Researchers recently unearthed ancient forests in arctic Norway from 400 million years ago. And while the fossils themselves are exciting, UK scientists believe these trees were responsible for one of the greatest climate shifts in Earth’s history.
Dr. Chris Berry, a senior lecturer at Cardiff University’s School of Earth and Ocean Sciences, identified the fossil forests in Svalbard, a Norweigan archipelago in the Arctic Ocean almost halfway between Norway and the North Pole.
“These fossil forests show us what the vegetation and landscape were like on the equator 380 million years ago, as the first trees were beginning to appear on the Earth,” Berry explained in a press release.
Originally a tropical forest growing near the equator, researchers say continental drift carried the trees north. With diamond pattern trunks and flared branches of needle leaves, these 12-foot-tall trees were nothing like anything in our forests today.
By examining preserved tree stumps, Dr. Berry suggests the trees lived during the late Devonian period, which existed 420 to 360 million years ago. The fossilized forest in Svalbard is one of the oldest ever discovered, eclipsed only by another Devonian forest found in Gilboa, N.Y.
The Devonian period is presumed to coincide with a 15-fold reduction in atmospheric carbon dioxide levels that occurred during the same time. Theories attribute the drop in CO2 to tree evolution, when vegetation was changing from diminutive plants to large forest trees.
The evolution of tree-sized vegetation caused a “huge drop” in the level of atmospheric CO2 “from 15 times the present amount to something approaching current levels,” Berry explains.
So instead of being a radical CO2-scrubbing machine, these fossilized trees were actually quite normal – they absorbed CO2 during photosynthesis, just as our trees do today. But these tropical trees caused a massive carbon reduction because they absorbed a lot more CO2 compared to the smaller mosses that had previously defined Earth’s plant life.
“The evolution of tree-sized vegetation is the most likely cause of this dramatic drop in carbon dioxide because the plants were absorbing carbon dioxide through photosynthesis to build their tissues, and also through the process of forming soils,” says Berry in a press release.
And this recent discovery in arctic Norway challenges experts preconceived notions of tree evolution.
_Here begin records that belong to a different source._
/* Fit one spectrum (one row of a table, or the only one) for one doublet. */
static void fit_one_doublet(run *r, const dt_target_spec *t, const dt_spectrum_file *f, long row,
                            const char *dname) {
  const config *c = r->cfg;
  dt_err e;
  dt_err_clear(&e);
  double vsys = c->have_vsys ? c->vsys : (t->has_vsys ? t->vsys : 0.0);
  dt_spectrum *s = NULL;
  dt_analysis *an = NULL;
  int st = read_target(c, t, f, row, &s, &e);
  const dt_doublet *d = NULL;
  if (st == DT_OK) {
    d = dt_atomic_find(r->atomic, dname);
    if (!d) st = dt_err_set(&e, DT_ENOTFOUND, NULL, "unknown doublet '%s'", dname);
  }
  dt_judgement j;
  dt_judgement_init(&j);
  int lsf_constant = 1;
  r->lsf_label = NULL;
  r->lsf_fwhm = 0;
  if (st == DT_OK) {
    st = setup_judgement(c, t, s, d, vsys, &j, &lsf_constant, &r->lsf_label, &e);
  }
  if (st == DT_OK) st = check_coverage(s, d, vsys, &e);
  if (st == DT_OK) st = check_window(c, t, &j, s, &e);
  dt_system_set set;
  memset(&set, 0, sizeof set);
  if (st == DT_OK) st = setup_systems(c, t, s, d, &j, &set, &e);
  dt_autofit_out o;
  memset(&o, 0, sizeof o);
  if (st == DT_OK) {
    an = analysis_for(r, s);
    if (!an) st = dt_err_set(&e, DT_ENOMEM, NULL, "out of memory");
  }
  if (st == DT_OK) {
    dt_analysis_opts ao;
    dt_analysis_opts_init(&ao);
    ao.limit_nsigma = c->limit_nsigma;
    ao.limit_b = c->limit_b;
    ao.cog = r->cog;
    ao.covariance_only = c->cov_only;
    ao.calibrated = c->calibrated;
    ao.joint_cont = (size_t)c->joint_cont;
    if (c->hyperfine || t->hyperfine) ao.hyperfine = r->hfs;
    j.hyperfine = c->hyperfine || t->hyperfine;
    ao.lsf_constant = lsf_constant;
    dt_analysis_set_opts(an, &ao);
    dt_autofit_opts fo;
    autofit_opts_of(c, &fo);
    st = dt_autofit_run(an, &j, &fo, &o, &e);
    if ((st == DT_OK || st == DT_ENOCONV) &&
        (c->covering || (t->has_covering && t->covering))) {
      /* partial covering: the first pass's components fitted again */
      int cs = dt_analysis_cover_refit(an, &j, &o.an, &e);
      if (cs != DT_OK) st = cs;
    }
  }
  long shown_row = s ? s->row : row;
  if (an) r->lsf_fwhm = dt_analysis_lsf_fwhm(an);
  if (st == DT_OK || st == DT_ENOCONV) {
    dt_system_result res[DT_MAX_SYSTEMS];
    dt_systems_results(an, &set, &j, &o, st, res);
    if (set.mw_joined) r->mw_joined++;
    fit_row_result(r, t, s, shown_row, &j, &o, st, &set, res);
    r->fitted++;
    if (st == DT_ENOCONV) r->noconv++;
  } else {
    fit_report(r, t->path, shown_row, &e);
    fit_row_failed(r, t, s, shown_row, d ? d->name : dname, vsys, &e);
    r->failed++;
  }
  analysis_done(r, an);
  dt_spectrum_free(s);
}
The trees that were most populous in the older fossilized forest in New York were absent in Norway.
Such an absence “suggests that more than one tree group was forming forests and these forests were not the same everywhere on the planet,” Berry told LiveScience.
But experts say even a similar finding in Norway would be exciting because it's not every day that we unearth a forest that would have been ancient to the dinosaurs.
“It is rare fossil forests such as this that inform our understanding of the ecology and global distribution of large land plants during the transition to a forested planet,” the article concludes.